I was aghast at how quickly the matter of her pregnancy with Trig was dropped. The rumor of course was that the child was her daughter's and that Sarah had faked a pregnancy to cover for her. One of the pieces of evidence of this was Palin giving a speech after her water broke, choosing to fly 8 hours to Alaska in labor without informing the cabin crew of her condition (and with none of them noticing she was in labor), and then making another long journey by car to hospital once she reached Alaska. Accepting that she wasn't faking a pregnancy, this was extremely reckless behavior for a woman who supposedly is "pro-life" and who is carrying a child with developmental abnormalities. What kind of judgment does this show?

The matter was dropped as soon as it was announced that Bristol was pregnant and had been since just prior to the birth of Trig. That news certainly scotched the rumor of the faked pregnancy but shouldn't have erased the question of Palin's judgment. Now I know that pregnancy is a very personal issue but her behavior, as described, strikes me as bizarre and dangerous. I'm puzzled why public discussion seemed to cease almost immediately.

roger said...

we may not get the truth from anonymous sources, of which we should always be suspicious. and what was that "revelation" about her appearing in a towel? even if true, the revelation speaks more to the truly sleazy nature of the sources.

we should indeed press for more info.

Gary said...

Mrs McImpailem couldn't lead a row row of ducks down the garden path. Her lame stream of unconscious answers to questions my 12 and 11 year
old boys knew the answers to like "What is the responsibility of the VP and what daily papers do you read?" are evidence that goldfish swim deeper that her
thoughts. She is going to have a strange winter exile in Alaska.

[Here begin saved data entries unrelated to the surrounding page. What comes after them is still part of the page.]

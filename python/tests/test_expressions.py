"""Expressions through Python: simplification with verified steps, checks
with verdicts, counterexamples and typed diagnoses, recoupling, exact
evaluation, LaTeX, SymPy conversion and the exceptions."""

from fractions import Fraction

import numpy as np
import pytest
import sympy
import sympy.physics.wigner

import recoup


def test_simplify_returns_a_verified_result_with_sourced_steps():
    # sum over x of (2x+1) {a b x; a b c} = (-1)^(2c) tri(a, b, c)
    # (Edmonds 1957, eq. 6.2.9 with the orthogonality 6.2.9/6.2.10,
    # from memory)
    e = recoup.Expression("sum(x: (2*x+1) {a, b, x; a, b, c})")
    s = e.simplify()
    assert str(s.result) == "(-1)^(2*c) tri(a, b, c)"
    assert s.verified.checked >= 40 and s.verified.nonzero > 0 and s.verified.whole
    assert s.steps and all(st.checked > 0 for st in s.steps)
    assert any(st.reference.citations for st in s.steps)
    # the result is an Expression with the input's value at a point
    at = dict(a=1, b="1/2", c=Fraction(1, 2))
    assert s.result.value(**at) == e.value(**at)


def test_a_wrong_phase_is_caught_and_diagnosed():
    # the 3j symbol under exchange of its first two columns takes the phase
    # (-1)^(a+b+c) (Edmonds 1957, eq. 3.7.5, from memory); the claim
    # without it is false for odd a+b+c
    lhs = recoup.Expression("(a, b, c; m1, m2, m3)")
    r = lhs.check("(b, a, c; m2, m1, m3)")
    assert r.verdict == "different" and not r.equal and not r
    assert r.counterexample is not None and r.counterexample.lhs != r.counterexample.rhs
    assert r.diagnosis is not None and "phase" in r.diagnosis.findings
    fixed = lhs.check(r.diagnosis.repaired)
    assert fixed.verdict == "equal" and fixed


def test_a_vanishing_claim_is_not_established():
    r = recoup.Expression("(1, 1, 1; 0, 0, 0) a").check("0", max_j=2)
    assert r.verdict == "not-established"


def test_declarations_reach_the_phase_lattice():
    # the scalar product of two rank-k tensors needs k integer (Edmonds
    # 1957, eq. 7.1.6 context); declared, the phase (-1)^k is an integer
    text = "sum(q: (-1)^q (a, k, b; 0, q, -q) (a, k, b; 0, -q, q))"
    with pytest.raises(recoup.InputError, match="declare so"):
        recoup.Expression(text).value(a=1, b="1/2", k="1/2")
    e = recoup.Expression(text, integer="k")
    assert e.declared == "integer k;"
    s = e.simplify()
    assert s.result.value(a=1, b=1, k=1) == e.value(a=1, b=1, k=1)
    with pytest.raises(recoup.InputError, match="declared integer"):
        e.value(a=1, b="1/2", k="1/2")


def test_recouple_gives_the_9j_of_ls_to_jj():
    r = recoup.recouple("((l1, l2) L, (s1, s2) S) J", "((l1, s1) j1, (l2, s2) j2) J")
    assert r.nine_j == 1 and r.sums == 0
    assert r.verified.checked > 0 and "overlap" in r.verified.against
    # the 9j form of the LS-jj coefficient (Edmonds 1957, eq. 6.4.2, from
    # memory): hats of j1, j2, L, S times the 9j, in some arrangement
    point = dict(l1=1, l2=1, s1="1/2", s2="1/2", L=1, S=1, j1="3/2", j2="1/2", J=2)
    v = r.result.value(**point)
    ref = sympy.sqrt(4 * 2 * 3 * 3) * sympy.physics.wigner.wigner_9j(
        1, sympy.Rational(1, 2), sympy.Rational(3, 2), 1, sympy.Rational(1, 2),
        sympy.Rational(1, 2), 1, 1, 2, prec=None)
    assert abs(float(v) - float(ref)) < 1e-14


def test_to_sympy_keeps_the_value_and_the_argument_order():
    r = recoup.recouple("((a, b) x, c) J", "(a, (b, c) y) J")
    expr = r.result.to_sympy()
    point = dict(a=1, b=Fraction(1, 2), c=1, x=Fraction(3, 2), y=Fraction(1, 2), J=Fraction(3, 2))
    subs = {sympy.Symbol(k): sympy.Rational(v.numerator, v.denominator) if isinstance(v, Fraction)
            else v for k, v in point.items()}
    from_sympy = expr.subs(subs).doit()
    assert abs(float(from_sympy) - float(r.result.value(**point))) < 1e-14
    # an expression with a sum is refused with a reason
    with pytest.raises(recoup.InputError, match="sums over"):
        recoup.Expression("sum(m: (j, j, 0; m, -m, 0))").to_sympy()
    # Exact converts exactly
    assert recoup.exact_3j(1, 1, 0, 0, 0, 0).to_sympy() == -sympy.sqrt(3) / 3


def test_latex_and_jupyter_forms():
    e = recoup.Expression("hat(j12) {j1, j2, j12; j3, J, j23}")
    assert "j_{12}" in e.latex()
    assert e._repr_latex_().startswith("$") and e._repr_latex_().endswith("$")
    s = e.simplify()
    assert s._repr_latex_().startswith("$")
    # -sqrt(1/3) = -(1/3) sqrt(3)
    assert recoup.exact_3j(1, 1, 0, 0, 0, 0)._repr_latex_() == "$-\\frac{1}{3}\\sqrt{3}$"


def test_errors_carry_kind_and_position():
    with pytest.raises(recoup.ParseError) as err:
        recoup.Expression("{a, b, c;\n d, e, $}")
    assert (err.value.line, err.value.column) == (2, 8)
    assert isinstance(err.value, ValueError)
    with pytest.raises(recoup.InputError, match="has no value"):
        recoup.Expression("(a, 1, a; 0, 0, 0)").value()
    with pytest.raises(recoup.InputError):
        recoup.Expression("a", integer="a", half_odd="a")
    with pytest.raises(recoup.InputError):
        recoup.Expression(42)
    with pytest.raises(recoup.RecoupError):
        recoup.recouple("((a, b) x, c) J", "((a, b) x, d) J")
    with pytest.raises(recoup.LimitError, match="time limit"):
        recoup.recouple(
            "((((((a, b) p, c) q, d) r, e) s, f) t, g) J",
            "((((((g, f) u, e) v, d) w, c) y, b) z, a) J",
            time_limit=0.01,
        )


def test_bad_settings_are_refused():
    e = recoup.Expression("a")
    for bad in (-1, 0, float("nan"), float("inf"), "10", True):
        with pytest.raises(recoup.InputError, match="time_limit"):
            e.value(a=1, time_limit=bad)
    with pytest.raises(recoup.InputError, match="time_limit"):
        recoup.recouple("((a, b) x, c) J", "(a, (b, c) y) J", time_limit=-1)
    with pytest.raises(recoup.InputError, match="at most 20"):
        e.check("a", max_j=100)
    with pytest.raises(recoup.InputError):
        recoup.float_3j(np.array([1 + 2j]), 1, 1, 0, 0, 0)
    with pytest.raises(recoup.InputError, match="got 'x'"):
        recoup.float_3j(np.array(["1/2", "x"], dtype=object), 1, 1, 0, 0, 0)
    with pytest.raises(recoup.ParseError, match="deeper than 200"):
        recoup.Expression("(" * 5000 + "a" + ")" * 5000)
    with pytest.raises(recoup.ParseError, match="longer than"):
        recoup.Expression("x" * 2_000_000)


def test_primed_names_through_a_dict():
    e = recoup.Expression("delta(j, j') (j, 1, j'; 0, 0, 0)")
    assert e.value({"j": 1, "j'": 1}) == 0
    assert e.value_float({"j": 1, "j'": 1}) == 0.0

heartinsanfrancisco said...

Your plea for us to finally begin to know ourselves is well-taken. It didn't occur to me that you took "anonymous sources" seriously because if they are not brave enough to reveal themselves, they should not be believed.

But there is ample known evidence of Sarah Palin's utter inadequacy to run a country. It sounds as if she hasn't even run her state very well.

I, too, wondered why the rumors about her Down Syndrome child died so quickly, and why her daughter's present pregnancy was said to have begun, coincidentally, right before Trig was born.

Her long flight to Alaska in hard labor was also suspicious, especially since nobody even noticed that she was pregnant.

I am sick of being lied to and conned by those in positions of power. It is not only wrong, it is demeaning that they think so little of the American people and our ability to forgive them and each other for our human foibles.

PalinBaby Question said...

Here are two websites that are gathering information about the still-open question of who are Trig Palin's parents:

PeterAtLarge said...

Thanks for the referral. I hope others will take note. And I do believe that this transcends the "personal attack."